Most swaged-lead full wadcutter bullets are designed to seat with the nose of the bullet just barely sticking out of the case; call it flush, or nearly flush. If you can find a photo of a factory .38 wadcutter round, that will be a good guide (I'll Google around for one in just a minute). Other (usually cast lead) wadcutters actually have a crimping groove; so, if they have a groove, use it, otherwise, seat nearly flush and use a light-to-moderate crimp. If you crimp too hard, it will deform the bullet and accuracy will suffer, so experimenting with your exact bullet (light crimp, then a little more, etc.) will yield the best results. As with all crimping, case length is critical; too long, and the case folds or you get too heavy a crimp, too short and you get little or no crimp at all. If the cases are brand new (never fired), then a light deburring of the case mouth will help minimize damage later during bullet seating. If I deburr, I do it before flaring; others might reverse these steps.
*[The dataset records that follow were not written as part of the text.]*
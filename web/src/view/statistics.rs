//! Sums, ranges and sizes, behind a word that opens them; and the choice among the instances of a
//! file.

use record::message::InstanceReport;
use record::scenario::reader_and_part;
use web_sys::HtmlSelectElement;
use yew::prelude::*;

use crate::state::document::DocumentAction;
use crate::view::hands::Hands;

/// The sentences; nothing where there are none.
pub(crate) fn statistics(sentences: &[String]) -> Html {
    if sentences.is_empty() {
        return Html::default();
    }
    html! {
        <details class="folded small" data-testid="statistics">
            <summary>{ "Numbers in short" }</summary>
            <ul class="facts">for said in sentences.iter() { <li>{ said.clone() }</li> }</ul>
        </details>
    }
}

/// Which instance of a file that holds several is read.
pub(crate) fn parts(report: &InstanceReport, reader: Option<&str>, hands: Option<&Hands>) -> Html {
    if report.parts.is_empty() {
        return Html::default();
    }
    let part = reader.and_then(|reader| reader_and_part(reader).1).unwrap_or(1);
    let (hands, name) = (hands.cloned(), report.reader.clone());
    let onchange = Callback::from(move |event: Event| {
        let select: HtmlSelectElement = event.target_unchecked_into();
        if let Some(hands) = &hands {
            let reader = Some(format!("{name} {}", select.value()));
            hands.document.dispatch(DocumentAction::Reader(reader));
        }
    });
    html! {
        <label class="field">
            { "Instance of this file" }
            <select data-testid="part" {onchange}>
                for (at, word) in (1..).zip(report.parts.iter()) {
                    <option value={at.to_string()} selected={at == part}>{ word.clone() }</option>
                }
            </select>
        </label>
    }
}
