//! A rival's lane: on the left its name, size, families, figures and buttons; on the right its
//! bound ruler and its tree on the shared axis.

use record::event::NodeNumber;
use record::message::{LaneJob, LogJob, RivalReport};
use record::results::ErrorReport;
use record::scenario::{InstanceText, Rival, Run};
use report::axis::Axis;
use report::explain::{further, grown};
use report::number::{count, of};
use yew::prelude::*;

use crate::browser::run::at_the_limit;
use crate::state::board::{BoardAction, Selection};
use crate::state::document::{DocumentAction, Slot};
use crate::state::editor::Draft;
use crate::state::lane::{Lane, LaneId, Memory, Phase};
use crate::state::pointer::Shared;
use crate::state::share::file_of;
use crate::state::steer::{Steer, is_stopped};
use crate::state::words::{advice, sentence, status};
use crate::view::acts::Acts;
use crate::view::change::change;
use crate::view::drawing::Drawing;
use crate::view::editor::{Editor, toggle};
use crate::view::families::Families;
use crate::view::figures::Figures;
use crate::view::handover::{TakeAway, alone};
use crate::view::hands::{Hands, use_hands};
use crate::view::inspector::focus_inspector;
use crate::view::lane_name::LaneName;
use crate::view::reason::reason;
use crate::view::second::second;
use crate::view::statistics::statistics;

#[derive(Properties, PartialEq)]
pub(crate) struct LaneProps {
    pub(crate) slot: Slot,
    pub(crate) letter: String,
    pub(crate) hue: usize,
    pub(crate) title: String,
    /// Who published it, where that is known.
    pub(crate) source: String,
    pub(crate) relaxation: bool,
    pub(crate) draft: Option<Draft>,
    pub(crate) lane: Shared<Lane>,
    pub(crate) text: Option<Shared<InstanceText>>,
    pub(crate) run: Shared<Run>,
    pub(crate) seed: u64,
    pub(crate) axis: Option<Axis>,
    pub(crate) width: f64,
    pub(crate) best: Option<f64>,
    /// Whether it is a copy of a shipped formulation in which nothing was changed yet.
    pub(crate) copied: bool,
    pub(crate) selected: Option<NodeNumber>,
}

/// The lane.
#[component]
pub(crate) fn LaneView(props: &LaneProps) -> Html {
    let hands = use_hands();
    use_loading(props, hands.clone());
    let writing = use_state_eq(|| props.slot.is_scaffold() || props.copied);
    html! {
        <section
            class={classes!("lane", format!("hue-{}", props.hue))} data-testid="lane"
            data-lane={props.letter.clone()} aria-label={format!("{}, {}", props.letter, props.title)}
        >
            <div class="lane-side">
                <LaneName id={props.slot.id} letter={props.letter.clone()} title={props.title.clone()} />
                if !props.source.is_empty() { <p class="small soft">{ props.source.clone() }</p> }
                if let Some(rival) = &props.lane.rival {
                    <p class="small soft" data-testid="size" title={of(rival.nonzeros, "coefficient")}>{ size(rival) }</p>
                    <Families slot={props.slot.clone()} rival={rival.clone()} />
                    { statistics(&rival.statistics) }
                }
                if props.relaxation {
                    <p class="small soft">{ "A relaxation: bounded, not compared for its optimum." }</p>
                }
                <Figures lane={props.lane.clone()} tree={hands.as_ref().and_then(|hands| hands.session.tree(props.slot.id))} best={props.best} />
                { second(&props.lane) }
                <Acts slot={props.slot.clone()} letter={props.letter.clone()} rival={props.lane.rival.clone()} />
                <p class="small" data-testid="status">{ status(&props.lane) }</p>
                if !props.lane.notice.is_empty() {
                    <p class="small warn" data-testid="notice">{ props.lane.notice.clone() }</p>
                }
                if let Some(words) = props.lane.memory.and_then(Memory::warning) {
                    <p class="small warn" data-testid="memory-full">{ words }</p>
                }
                if !props.lane.proved.is_empty() {
                    <p class="small" data-testid="proved">{ props.lane.proved.clone() }</p>
                }
                for words in props.lane.search.iter().flat_map(|search| grown(search)) {
                    <p class="small soft" data-testid="diagnosis">{ sentence(&words) }</p>
                }
                { wrong_with_the_plan(&props.lane) }
                { reason(props.slot.id, &props.lane, props.draft.is_some().then_some(&writing)) }
                if let Some(error) = &props.lane.error { { failure(error) } }
                if let Some(hands) = &hands { { buttons(props, hands) } }
                <div class="acts more">
                    if let Some(hands) = hands.as_ref().filter(|_| may_change(&props.lane)) {
                        { change(props.slot.id, &props.letter, hands) }
                    }
                    if props.draft.is_some() { { toggle(props.slot.id, &props.letter, &writing) } }
                    if let Some(hands) = &hands { { with_the_log(props, hands) } }
                    { take_away(props) }
                </div>
            </div>
            <div class="lane-drawing">
                if let Some(hands) = &hands { { drawing(props, hands) } }
            </div>
            if let Some(draft) = props.draft.clone() {
                <Editor
                    slot={props.slot.clone()} letter={props.letter.clone()} {draft}
                    instance={props.text.clone()} open={*writing}
                />
            }
        </section>
    }
}

/// What else is wrong with a plan that was given, once it is asked for.
fn wrong_with_the_plan(lane: &Lane) -> Html {
    let Some((words, rest)) = lane.search.as_ref().and_then(|search| further(search)) else {
        return Html::default();
    };
    html! {
        <details class="small" data-testid="all-broken">
            <summary>{ words }</summary>
            <ul>for one in rest { <li>{ sentence(one) }</li> }</ul>
        </details>
    }
}

fn take_away(props: &LaneProps) -> Html {
    let job = job(props.text.as_deref().cloned(), &props.slot.rival, &props.run, props.seed);
    html! { <TakeAway letter={props.letter.clone()} title={props.title.clone()} {job} /> }
}

fn job(instance: Option<InstanceText>, rival: &Rival, run: &Run, seed: u64) -> LaneJob {
    LaneJob { instance, rival: rival.clone(), settings: run.clone(), seed, ..LaneJob::default() }
}

/// Loads the rival when it, or the instance, is another; ends its worker when the lane goes.
#[hook]
fn use_loading(props: &LaneProps, hands: Option<Hands>) {
    let id = props.slot.id;
    let session = hands.map(|hands| hands.session);
    let (run, seed, rival) = (props.run.clone(), props.seed, props.slot.rival.clone());
    {
        let session = session.clone();
        use_effect_with((props.text.clone(), rival, run), move |(text, rival, run)| {
            // A model in MPS brings its data along.
            if let Some(session) = session.filter(|_| text.is_some() || rival.mps.is_some()) {
                session.load(id, job(text.as_deref().cloned(), rival, run, seed));
            }
        });
    }
    use_effect_with((), move |()| {
        move || {
            if let Some(session) = session {
                session.remove(id);
            }
        }
    });
}

fn size(rival: &RivalReport) -> String {
    let whole = match rival.integer_columns {
        0 => "none whole".to_owned(),
        all if all == rival.columns => "all whole".to_owned(),
        some => format!("{} whole", count(u64::from(some))),
    };
    format!(
        "{} · {} · {whole}",
        of(u64::from(rival.rows), "row"),
        of(u64::from(rival.columns), "column")
    )
}

fn failure(error: &ErrorReport) -> Html {
    html! {
        <div class="complaints errors small" data-testid="failure">
            <p><b>{ "Not run: " }</b>{ sentence(&error.message) }</p>
            if !error.complaints.is_empty() {
                <ul>
                    for complaint in error.complaints.iter().take(6) {
                        <li>
                            { format!("{} line {}: {}", error.place, complaint.line, sentence(&complaint.message)) }
                            if !complaint.mend.is_empty() { { " " }<span class="mend">{ advice(&complaint.mend) }</span> }
                        </li>
                    }
                </ul>
            }
        </div>
    }
}

/// A button that stays where it is, and keeps the focus, while it can do nothing.
fn button(name: &'static str, able: bool, press: Callback<MouseEvent>) -> Html {
    let onclick = if able { press } else { Callback::noop() };
    let disabled = if able { "false" } else { "true" };
    html! {
        <button type="button" data-testid={name.to_lowercase().replace(' ', "-")} aria-disabled={disabled} {onclick}>{ name }</button>
    }
}

/// Saves the log of the search with the scenario of this rival alone.
fn save_log(props: &LaneProps, hands: &Hands) -> Callback<MouseEvent> {
    let (session, id) = (hands.session.clone(), props.slot.id);
    let job = job(props.text.as_deref().cloned(), &props.slot.rival, &props.run, props.seed);
    let (title, letter) = (props.title.clone(), props.letter.clone());
    Callback::from(move |_: MouseEvent| {
        let scenario = record::file::print(&alone(&job, &title));
        let file = file_of(&format!("{letter} {title}"), "log");
        session.save_log(id, file, LogJob { scenario, instance: 0, rival: 0 });
    })
}

fn buttons(props: &LaneProps, hands: &Hands) -> Html {
    let (id, phase) = (props.slot.id, props.lane.phase);
    let act = |then: fn(&Hands, Selection)| {
        let hands = hands.clone();
        Callback::from(move |_: MouseEvent| {
            then(&hands, Selection { lane: id, node: NodeNumber(1) });
        })
    };
    let over = is_over(&props.lane);
    let run: fn(&Hands, Selection) = match phase {
        Phase::Done if is_stopped(&props.slot.rival) => |hands, at| {
            hands.session.want_end(at.lane);
            hands.document.dispatch(DocumentAction::Steer(Steer::GoOn(at.lane)));
        },
        Phase::Done | Phase::Failed => |hands, at| hands.session.search_anew(at.lane),
        _ => |hands, at| hands.session.search(at.lane, None),
    };
    html! {
        <div class="acts" role="group" aria-label={format!("Run of {}", props.letter)}>
            { button("Run", phase.can_go_on() || (!over && matches!(phase, Phase::Done | Phase::Failed)), act(run)) }
            { button("Pause", phase == Phase::Running, act(|hands, at| hands.session.pause(at.lane))) }
            { button("Step", phase.can_go_on(), act(|hands, at| hands.session.search(at.lane, Some(1)))) }
            { button("Next plan", phase.can_go_on(), act(|hands, at| hands.session.search_to_plan(at.lane))) }
            if props.lane.proving {
                { button("Stop", true, act(|hands, at| hands.session.stop_proving(at.lane))) }
            } else {
                { button("Stop", phase.can_stop(), act(|hands, at| hands.session.stop(at.lane))) }
            }
        </div>
    }
}

/// What may be done with a search that rests: prove it again once it is over, save its log.
fn with_the_log(props: &LaneProps, hands: &Hands) -> Html {
    let rests = matches!(props.lane.phase, Phase::Done | Phase::Paused);
    if !rests || props.lane.nodes() == 0 {
        return Html::default();
    }
    let (id, session) = (props.slot.id, hands.session.clone());
    let prove = Callback::from(move |_: MouseEvent| session.prove(id));
    html! {
        <>
            if is_over(&props.lane) { { button("Prove", !props.lane.proving, prove) } }
            { button("Save log", !props.lane.proving, save_log(props, hands)) }
        </>
    }
}

/// Whether there is nothing left to search.
pub(crate) fn is_over(lane: &Lane) -> bool {
    use record::results::Status;
    let ended = |status: Status| !matches!(status, Status::Limit | Status::Error);
    lane.phase == Phase::Done && lane.search.as_ref().is_some_and(|search| ended(search.status))
}

/// Whether rules may be changed: the search has begun or may begin, and has not ended, but for its
/// limit of nodes, which may be raised.
fn may_change(lane: &Lane) -> bool {
    let at_work =
        matches!(lane.phase, Phase::Ready | Phase::Running | Phase::Pausing | Phase::Paused);
    let limited = || lane.search.as_ref().is_some_and(|search| at_the_limit(search));
    at_work || (lane.phase == Phase::Done && limited())
}

fn drawing(props: &LaneProps, hands: &Hands) -> Html {
    let id = props.slot.id;
    if let Some(words) = without_bound(&props.lane) {
        return to_the_root(id, hands, words);
    }
    let (Some(axis), Some(tree)) = (props.axis, hands.session.tree(id)) else {
        return Html::default();
    };
    if props.width <= 0.0 || props.lane.tally.made == 0 {
        return Html::default();
    }
    let board = hands.board.clone();
    let select = Callback::from(move |node: NodeNumber| {
        board.dispatch(BoardAction::Select(Selection { lane: id, node }));
    });
    html! {
        <Drawing
            letter={props.letter.clone()} lane={props.lane.clone()} {tree} {axis} width={props.width}
            best={props.best} selected={props.selected} {select}
        />
    }
}

/// What leads to the root of a rival whose relaxation has no bound, so that no tree stands on
/// the axis.
fn without_bound(lane: &Lane) -> Option<&'static str> {
    use record::results::Status;
    match lane.root.as_ref()?.status {
        Status::Infeasible => Some("Show the proof that there is no plan"),
        Status::Unbounded => Some("Show why there is no best plan"),
        _ => None,
    }
}

fn to_the_root(lane: LaneId, hands: &Hands, words: &'static str) -> Html {
    let board = hands.board.clone();
    let onclick = Callback::from(move |_: MouseEvent| {
        board.dispatch(BoardAction::Select(Selection { lane, node: NodeNumber(1) }));
        focus_inspector();
    });
    html! { <button type="button" class="link" data-testid="show-root" {onclick}>{ words }</button> }
}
Edited to add photo links:

Cast DEWC (double-ended wadcutter) bullet only:
http://www.pyramydair.com/blog/images/wadcutter-bullet-web.jpg
Federal Match Wadcutter .38 ammo (REALLY good stuff!):
http://www.midwayusa.com/midwayusa/staticpages/highres/235724.jpg
Misc:
http://capnbob.us/blog/wp-content/uploads/2007/11/wadcutters.jpg
http://www.midwayusa.com/midwayusa/staticpages/highres/453406.jpg


----------